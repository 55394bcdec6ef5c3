// The promise of a run about its delays, and how it was checked.
//
// A sample of the run's jobs is simulated again with settings one rung tighter;
// what that changes is taken for the error of the run's own settings.

#ifndef GATEDYNO_RECORD_ACCURACY_CHECK_H_
#define GATEDYNO_RECORD_ACCURACY_CHECK_H_

#include <string>

namespace gatedyno {

struct AccuracyCheck {
  double promised = 0.0;  // Largest error of a delay, relative.
  int delays = 0;         // Compared; 0: nothing could be checked.
  double rms = 0.0;       // Of the relative changes; enters u(g) and u(p).
  double largest = 0.0;   // Absolute value of the largest.
  std::string worst;      // Its job's label.

  bool met() const { return delays > 0 && largest <= promised; }
};

}  // namespace gatedyno

#endif  // GATEDYNO_RECORD_ACCURACY_CHECK_H_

####################

■ **Instructions to follow**: Return the entries above, every line intact.

■ **Task solution**:
repository 55394bcdec6ef5c3
// The promise of a run about its delays, and how it was checked.
//
// A sample of the run's jobs is simulated again with settings one rung tighter;
// what that changes is taken for the error of the run's own settings.

#ifndef GATEDYNO_RECORD_ACCURACY_CHECK_H_
#define GATEDYNO_RECORD_ACCURACY_CHECK_H_

#include <string>

namespace gatedyno {

struct AccuracyCheck {
  double promised = 0.0;  // Largest error of a delay, relative.
  int delays = 0;         // Compared; 0: nothing could be checked.
  double rms = 0.0;       // Of the relative changes; enters u(g) and u(p).
  double largest = 0.0;   // Absolute value of the largest.
  std::string worst;      // Its job's label.

  bool met() const { return delays > 0 && largest <= promised; }
};

}  // namespace gatedyno

#endif  // GATEDYNO_RECORD_ACCURACY_CHECK_H_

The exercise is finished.